> **Brief**: Please copy exactly the lines that run from the start of the entries to the line containing "#include <QMutex>", inclusive.

(Supplied data begins)

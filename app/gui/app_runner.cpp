#include "app_runner.h"

#include "layout_audit.h"
#include "storage/sql_dialect.h"
#include "tablet_settings.h"
#include "workspace.h"

#include <QAccessible>
#include <QApplication>
#include <QCommandLineParser>
#include <QDir>
#include <QElapsedTimer>
#include <QEventLoop>
#include <QImage>
#include <QMutex>
#include <QPalette>
#include <QQmlApplicationEngine>
#include <QQuickStyle>
#include <QQuickWindow>
#include <QScreen>
#include <QTemporaryDir>
#include <QTimer>

#include <algorithm>
#include <cstdio>
#include <ctime>
#include <vector>

namespace phaseplan::gui {

namespace {

QElapsedTimer& clock() {
    static QElapsedTimer t;
    return t;
}

// Every warning, critical and fatal message, counted for the checking seams.
QMutex messages_mutex;
int problem_count = 0;
QtMessageHandler previous_handler = nullptr;

void counting_handler(QtMsgType type, const QMessageLogContext& ctx, const QString& msg) {
    if (type == QtWarningMsg || type == QtCriticalMsg || type == QtFatalMsg) {
        QMutexLocker lock(&messages_mutex);
        ++problem_count;
    }
    if (previous_handler)
        previous_handler(type, ctx, msg);
}

int problems() {
    QMutexLocker lock(&messages_mutex);
    return problem_count;
}

// Waits until the window has rendered a frame (or `timeout_ms` passed), then lets queued work run.
void wait_for_frame(QQuickWindow* win, int timeout_ms = 1000) {
    QEventLoop loop;
    QObject::connect(win, &QQuickWindow::frameSwapped, &loop, &QEventLoop::quit);
    QTimer::singleShot(timeout_ms, &loop, &QEventLoop::quit);
    win->requestUpdate();
    loop.exec();
    QCoreApplication::processEvents();
}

(Supplied data ends)

> **Answer for this exercise**:
filename app/gui/app_runner.cpp
#include "app_runner.h"

#include "layout_audit.h"
#include "storage/sql_dialect.h"
#include "tablet_settings.h"
#include "workspace.h"

#include <QAccessible>
#include <QApplication>
#include <QCommandLineParser>
#include <QDir>
#include <QElapsedTimer>
#include <QEventLoop>
#include <QImage>
#include <QMutex>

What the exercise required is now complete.